We can use structs to group one of more fields of logical types together. For example we could represent a Point struct as:

type Point struct {
x int
y int
}


Then in order to use it we need to initialize it. There are 3 ways to initialize a struct in Go.

var c Point


This will create a local Point variable that is by default set to zero.

You can also initialize using the shorthand notation:

c := new(Point) // use of new keyword


This allocates memory for all the fields, sets each of them to their zero value and returns a pointer. (*Circle)

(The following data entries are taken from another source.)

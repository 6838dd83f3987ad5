/**
 * Benchmark of the outage energy balance: the cost it adds to a scenario for a 72-hour outage
 * (hourly steps, contingencies through the frequency engine included), on one thread, for the
 * demo case (cases/kestrel-island.yaml), next to the cost of the scenario's frequency event.
 * Speed belongs here, never in a test.
 */
import { fileURLToPath } from 'node:url';
import { loadCase } from '../case/load.js';
import { buildOutageModel, OutageResult, simulateOutage } from '../energy/outage.js';
import { EventResult } from '../grid/frequency/event-result.js';
import { compileIsland } from '../grid/frequency/island.js';
import { simulateEvent } from '../grid/frequency/simulate.js';
import { conditionsAtHour } from '../sample/conditions.js';
import { compileSampler, sampleScenario } from '../sample/sampler.js';
import { Scenario } from '../sample/scenario.js';

const demoCasePath = fileURLToPath(new URL('../../cases/kestrel-island.yaml', import.meta.url));

/** Outage length of the benchmark, h (the figure). */
const OUTAGE_H = 72;

export async function benchEnergy(
  casePath: string = demoCasePath,
  scenarios = 200,
  repeats = 10,
): Promise<Record<string, number>> {
  const loaded = await loadCase(casePath);
  const c = loaded.case;
  const ns = c.sources.length;
  const nl = c.loads.length;
  const sampler = compileSampler(c, loaded.dir);
  const island = compileIsland(c);
  const opts = { horizonS: c.monteCarlo.horizonS, rocofWindowS: c.monteCarlo.rocofWindowS };
  // The same wiring as compileOutage, with a clock around the contingency events so the balance's
  // own cost can be told from that of the frequency events it triggers.
  const contingencyEv = new EventResult(ns, nl);
  let contingencyMs = 0;
  const model = buildOutageModel(c, {
    conditionsAtHour: (h, loadKw, availableKw) => conditionsAtHour(sampler, h, loadKw, availableKw),
    runContingency: (op) => {
      const t = performance.now();
      simulateEvent(island, op, opts, contingencyEv);
      contingencyMs += performance.now() - t;
      return contingencyEv;
    },
  });

  // The scenarios and their frequency events, computed once (timed: the event cost).
  const scs: Scenario[] = [];
  const evs: EventResult[] = [];
  for (let k = 0; k < scenarios; k++) {
    scs.push(new Scenario(ns, nl));
    evs.push(new EventResult(ns, nl));
  }
  const warm = new EventResult(ns, nl);
  for (let k = 0; k < Math.min(50, scenarios); k++) {
    sampleScenario(sampler, c.monteCarlo.seed, k, scs[k]!);
    simulateEvent(island, scs[k]!, opts, warm);
  }
  const tEvent0 = performance.now();
  for (let k = 0; k < scenarios; k++) {
    const sc = scs[k]!;
    sampleScenario(sampler, c.monteCarlo.seed, k, sc);
    sc.outageDurationH = OUTAGE_H;
    simulateEvent(island, sc, opts, evs[k]!);
  }
  const eventUs = ((performance.now() - tEvent0) * 1000) / scenarios;

  const out = new OutageResult(ns, nl);
  for (let k = 0; k < scenarios; k++) simulateOutage(model, scs[k]!, evs[k]!, out); // warm-up
  let contingencies = 0;
  let segments = 0;
  let worstResidual = 0;
  contingencyMs = 0;
  const t0 = performance.now();
  for (let r = 0; r < repeats; r++) {
    for (let k = 0; k < scenarios; k++) {
      simulateOutage(model, scs[k]!, evs[k]!, out);
      contingencies += out.contingencies;
      segments += out.segments;
      if (out.energyBalanceError > worstResidual) worstResidual = out.energyBalanceError;
    }
  }
  const runs = scenarios * repeats;
  const outageUs = ((performance.now() - t0) * 1000) / runs;
  const contingencyUs = (contingencyMs * 1000) / runs;
  return {
    outage_72h_us_per_scenario: outageUs,
    outage_72h_per_s_thread: 1e6 / outageUs,
    outage_72h_balance_us_per_scenario: outageUs - contingencyUs,
    outage_72h_contingency_events_us_per_scenario: contingencyUs,
    outage_72h_contingencies_per_scenario: contingencies / runs,
    outage_72h_segments_per_scenario: segments / runs,
    outage_energy_balance_error_max: worstResidual,
    event_us_per_scenario: eventUs,
    outage_to_event_cost_ratio: outageUs / eventUs,
  };
}

// Run directly: `npx tsx src/bench/energy.ts [case.yaml]`.
if (process.argv[1] && fileURLToPath(import.meta.url) === process.argv[1]) {
  benchEnergy(process.argv[2] ?? demoCasePath).then((r) => console.log(JSON.stringify(r)));
}
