/**
 * Child process of the memory benchmarks (pool.ts); prints `{"peakRssMb": ...}` from the
 * process's max-RSS counter, which covers its worker threads.
 * - `rss-child.js CASE N DIR`: a full N-scenario run of CASE into DIR;
 * - `rss-child.js --writer N DIR`: the main-thread half alone at N rows (column batches of the
 *   full column set, filled by a cheap formula, through the Arrow writer and the summary), to
 *   show that memory stays flat at counts the real kernel would need hours for.
 */
import { join } from 'node:path';
import { loadCase } from '../case/load.js';
import { ArrowFileSink, BatchEncoder } from '../results/arrow-writer.js';
import { allColumns, allocateBatch, setInt64 } from '../results/columns.js';
import { feedBatch, runAssessment } from '../run/run.js';
import { createSummary } from '../run/summary-feed.js';

const [first, n, outDir] = process.argv.slice(2);
if (first === '--writer') {
  const rows = Number(n);
  const specs = allColumns;
  const enc = new BatchEncoder(specs);
  const sink = new ArrowFileSink(join(outDir!, 'scenarios.arrow'), enc.schema);
  const summary = createSummary({
    confidenceLevel: 0.95,
    islandingRatePerYear: 2,
    failureDefinition: 'shutdown-or-critical-loss',
    nominalFrequencyHz: 60,
  });
  const batchRows = 1000;
  for (let id = 0; id < rows; id += batchRows) {
    const count = Math.min(batchRows, rows - id);
    const b = allocateBatch(specs, id, count);
    const words = new Int32Array(b.columns['scenario_id']!.buffer);
    for (const s of specs) {
      const col = b.columns[s.name]!;
      for (let r = 0; r < count; r++) {
        if (s.kind === 'int64') setInt64(words, r, id + r);
        else if (s.kind === 'bool' || s.kind === 'category') col[r] = (id + r) % 7 === 0 ? 1 : 0;
        else if (s.name === 'weight') col[r] = 1;
        else col[r] = ((id + r) % 1000) / 10;
      }
    }
    await sink.write(enc.encode(b));
    feedBatch(summary, specs, b, 100);
  }
  await sink.close();
  summary.rows();
} else {
  const loaded = await loadCase(first!);
  await runAssessment(loaded, { outDir: outDir!, scenarios: Number(n) });
}
// resourceUsage().maxRSS is in kilobytes (Node docs, process.resourceUsage)
process.stdout.write(`${JSON.stringify({ peakRssMb: process.resourceUsage().maxRSS / 1024 })}\n`);
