def model_card(outcome: Any, extra: dict) -> str:
    """Markdown: what the model is, how it was found, how well it did, what it costs, and cautions."""
    arch, config, budget = outcome.arch, extra["config"], extra["budget"]
    result = cost(arch, budget.activation_precision)
    names = [md_text(n) for n in config.class_names]  # names are data: escaped wherever they appear
    width = max(len(n) for n in names)
    confusion = ["| true \\ predicted | " + " | ".join(names) + " |", "|" + "---|" * (len(names) + 1)]
    confusion += [f"| {names[i]} | " + " | ".join(str(v) for v in row) + " |" for i, row in enumerate(outcome.confusion)]
    per_class = "\n".join(f"| {name:<{width}} | {acc:.4f} |" for name, acc in zip(names, outcome.per_class.values()))
    caps = budget.caps()
    cost_rows = "\n".join(
        f"| {c} | {show_cost(c, outcome.costs[c])} "
        + (f"(predicted on {budget.target.text()}, int8 C file) | " if c == LATENCY else f"({outcome.costs[c]:,}) | ")
        + f"{show_cost(c, caps[c]) if c in caps else 'no cap'} |" for c in budget.columns)
    sizes = extra["sizes"]
    low, high = wilson_interval(int(sum(row[i] for i, row in enumerate(outcome.confusion))),
                                int(sum(map(sum, outcome.confusion))))
    facts = extra.get("confirmed")
    confirmed = ("\nNot confirmed: its validation accuracy comes from one short proxy training." if not facts else
                 f"\nConfirmed before export: validation {facts['metric'].replace('_', ' ')} {facts['mean']:.4f} ± "
                 f"{facts['sd']:.4f} (mean ± sd) "
                 f"over {facts['seeds']} seeds of the full schedule on the training split.")
    if extra.get("noise"):
        confirmed += f" Among the confirmed candidates, {extra['noise']}."
    test_score = outcome.test_balanced_accuracy if facts and facts["metric"] == "balanced_accuracy" else outcome.test_accuracy
    optimism = (f"\nQuote the test figure, not a validation one: this candidate was chosen as the best of "
                f"{extra.get('candidates', 'many'):,} validation scores, and the best of many scores on one set of "
                f"images leans high (the images it happened to get right helped it win)"
                + (f"; here validation {facts['mean']:.4f} against test {test_score:.4f}." if facts else ".")
                if isinstance(extra.get("candidates"), int) and extra["candidates"] > 1 else "")
    return f"""# Model card: `{arch.to_text()}`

If you would like to initialize the fields with a different value you can do it like that:

c := Point{x: 1 , y: 2}


## Fields and Methods

Once you have a struct instance you can access its fields using the dot . operator:

fmt.PrintLn(c.x) // 1
c.x = 10
fmt.PrintLn(c.x) // 10


We can enhance the Point struct by defining a method which is a special type of function:

func (c *Point) update(x int, y int) {
c.x = x
c.y = y
}

c := Point{0, 5}
c.update(2, 3)
fmt.PrintLn(c) // {2,3}


## Interfaces

Go supports interfaces in a different way that other programming languages like Java do. Like a struct an interface is created using the type keyword, followed by a name and the keyword interface:

type Shape interface {
area() float64
}


Now in order to "implement" this interface, a type must implement the interface methods defined. For example:

type Shape interface {
area() float64
}

type Square struct {
x1, y1, x2, y2 float64
}

func (s *Square) area() float64 {
l := distance(r.x1, r.y1, r.x2, r.y2) // calculate distance between 2 points
return l * l
}


And we can use it like that:

s := Square{0, 0, 5, 5}
fmt.Println(s.area()) // 25


## Quiz time

What's the difference between a method and a function?
How can a type implement an interface in Go?